Tipu's Tiger has become an iPhone App. !!!!! I don't know what I love more, that you get to see the East India Company soldier beat time to a reedy version of "God Save the Queen" (thereby displacing the Sex Pistols' as my favorite), or that you can rotate the entire sculpture around 360degrees at the touch of your index finger (the length of the actual sculpture is about 7'!). Or that you can play your own tunes by touching the ivory keys of the organ. There's deep poignancy here, too - for this object that survived the ravages of British colonialism and went on to become dear somehow to a British public - and now is (what?) elevated through this absurd, intensely satisfying technology. I'm trying to decide if this is kitschy, and my indecision lets me know it's not. It's cool somehow - it furthers the object's function and yes, there's something thrilling that it can do so in our living room, as my little pre-spring break gift to Mac. In reading the
V&A website's mini-essay (there's a link at the bottom of the V&A page to a 30-minute video!) on the piece (which, granted, was written in 1976, but updated in 2006 after all), you also find out that while we may be post-colonial, we are by no means post-Oriental: it's a piece which is described as still having a magical draw and pull over its audience.
The Orientalized call of objects is what I'll be working on over Spring Break in preparation for the Big Lecture - ooo, I absolutely can't wait to revel in the impossible stack of books I have lined up for next week. Before that happens, we drive to Chicago this week-end to see Frank Lloyd Wright's
Robie House through the lens of a tour designed around one of Oliver's favorite books,
The Wright Three, and also to see what promises to be a phenomenal show of (deep, excited in-take of breath)
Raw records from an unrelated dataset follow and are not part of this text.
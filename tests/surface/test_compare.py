"""draft_changes between the two heronframe fixtures, and the draft's format."""

from __future__ import annotations

import re
import tomllib

import pytest

from impactscope.surface import build_surface, draft_changes

from .helpers import NEW, OLD, write_tree

# The keys DESIGN.md ("Change list (TOML)") allows; anything else is an error for the loader.
LIBRARY_KEYS = {"name", "release", "requires_python"}
CHANGE_KEYS = {"id", "member", "kind", "replacement", "parameter", "new_parameter", "position", "deprecated_in", "note"}
KINDS = {"removed", "renamed", "moved", "parameter-removed", "parameter-renamed", "default-changed", "behaviour-changed"}


@pytest.fixture(scope="module")
def draft() -> str:
    return draft_changes(build_surface(OLD), build_surface(NEW), release="3.0")


@pytest.fixture(scope="module")
def changes(draft) -> dict[tuple[str, str], dict]:
    data = tomllib.loads(draft)  # tomllib: the standard library's TOML 1.0 reader
    return {(c["member"], c["kind"]): c for c in data["change"]}


def test_draft_is_loadable_toml_with_only_design_keys(draft):
    data = tomllib.loads(draft)
    assert data["library"] == {"name": "heronframe", "release": "3.0"}
    assert set(data) <= {"library", "types", "change"}
    for change in data["change"]:
        assert set(change) <= CHANGE_KEYS, change
        assert change["kind"] in KINDS and change["note"]
    ids = [c["id"] for c in data["change"]]
    assert ids == [f"C-{i}" for i in range(1, len(ids) + 1)]


def test_every_entry_has_a_certainty_comment(draft):
    blocks = draft.split("[[change]]")[1:]
    comments = re.findall(r"^# certainty: (high|medium|low) \u2014 .+$", draft, flags=re.M)
    assert len(comments) == len(blocks) > 0


def test_renamed_method(changes):
    c = changes[("heronframe.Table.stack_rows", "renamed")]
    assert c["replacement"] == "heronframe.Table.append_rows"


def test_removed_function_uses_the_shortest_public_path(changes):
    assert ("heronframe.stack", "removed") in changes
    assert not any(member == "heronframe.ops.stack" for member, _ in changes)


def test_moved_function(changes):
    c = changes[("heronframe.plotting.scatter_grid", "moved")]
    assert c["replacement"] == "heronframe.viz.scatter_grid"
    assert ("heronframe.plotting", "removed") in changes


def test_parameter_removed_with_position(changes):
    c = changes[("heronframe.Table.sort_by", "parameter-removed")]
    assert (c["parameter"], c["position"]) == ("inplace", 2)


def test_parameter_renamed_guess(changes):
    c = changes[("heronframe.Table.pivot", "parameter-renamed")]
    assert (c["parameter"], c["new_parameter"], c["position"]) == ("fill", "fill_value", 3)


def test_default_changed(changes):
    c = changes[("heronframe.read_table", "default-changed")]
    assert c["parameter"] == "sep" and '","' in c["note"] and "None" in c["note"]


def test_member_became_private(changes):
    c = changes[("heronframe.io.sniff_separator", "removed")]
    assert c["replacement"] == "heronframe.io._sniff_separator" and "private" in c["note"]


def test_nothing_else_and_inherited_paths_are_not_repeated(changes):
    assert set(changes) == {
        ("heronframe.Table.stack_rows", "renamed"), ("heronframe.stack", "removed"),
        ("heronframe.plotting", "removed"), ("heronframe.plotting.scatter_grid", "moved"),
        ("heronframe.Table.sort_by", "parameter-removed"), ("heronframe.Table.pivot", "parameter-renamed"),
        ("heronframe.read_table", "default-changed"), ("heronframe.io.sniff_separator", "removed"),
    }


def test_removal_next_to_a_module_getattr_is_less_certain(draft):
    block = draft[: draft.index('member = "heronframe.stack"')].rsplit("# certainty:", 1)[1]
    assert block.startswith(" medium") and "__getattr__" in block


def test_identical_versions_have_no_changes():
    s = build_surface(OLD)
    assert "[[change]]" not in draft_changes(s, s)


def test_dropped_reexport_and_removed_class_members(tmp_path):
    old = write_tree(tmp_path / "a" / "lib", {
        "__init__.py": "from .core import Box, Gone\n",
        "core.py": "class Box:\n    def open(self, key, *, force=False): ...\nclass Gone:\n    def a(self): ...\n    def b(self): ...\n",
    })
    new = write_tree(tmp_path / "b" / "lib", {
        "__init__.py": "",
        "core.py": "class Box:\n    def open(self, key, *, hard=False, **kw): ...\n",
    })
    data = tomllib.loads(draft_changes(build_surface(old), build_surface(new)))
    got = {(c["member"], c["kind"]): c for c in data["change"]}
    assert got[("lib.Box", "moved")]["replacement"] == "lib.core.Box"  # no longer re-exported
    assert ("lib.Gone", "removed") in got
    assert not any(m.startswith("lib.Gone.") for m, _ in got)  # a removed class takes its members
    renamed = got[("lib.Box.open", "parameter-renamed")]  # the only keyword-only slot: a low-certainty guess
    assert (renamed["parameter"], renamed["new_parameter"]) == ("force", "hard")
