def _names_tested(conditions: tuple[ast.expr, ...], arg: str) -> list[str]:
    """String constants a condition compares `arg` with: `arg == "x"`, `arg in ("x", "y")`."""
    out: list[str] = []
    for test in conditions:
        for node in ast.walk(test):
            if not (isinstance(node, ast.Compare) and isinstance(node.left, ast.Name) and node.left.id == arg and len(node.ops) == 1):
                continue
            right = node.comparators[0]
            if isinstance(node.ops[0], ast.Eq) and isinstance(right, ast.Constant) and isinstance(right.value, str):
                out.append(right.value)
            elif isinstance(node.ops[0], ast.In) and isinstance(right, (ast.Tuple, ast.List, ast.Set)):
                out.extend(e.value for e in right.elts if isinstance(e, ast.Constant) and isinstance(e.value, str))
    return out


def harvest_deprecations(source: Path | str, library: str | None = None) -> list[HarvestedChange]:
    """Deprecations the library at `source` announces in its own code (read, never run)."""
    name, files = discover_modules(Path(source), library)
    parsed, problems = parse_modules(files)
    surface = surface_from_parsed(name, parsed, problems)
    return _Harvester(surface, parsed).run()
French Renaissance Art at the Art Institute of Chicago. (Before
that happens I have to design a midterm for the love of God) That the vessel (oh let's just call it a reliquary!) for Anne de Bretagne's heart is the star image of the show only makes me more excited. We'd seen it at the Musée Dobré in Nantes, and now will revisit it again in (of all places) Chicago - how she travels. Of all the reasons to love Anne of Brittany, that she accepted that her body be buried in Paris with her husband, but that her heart be returned to Brittany in this vessel, is a really good one... With any luck, the Chicago River will still be sporting the green dye that the mayor pours into it each year for Saint Patrick's Day. And maybe some Iris guys will be smiling.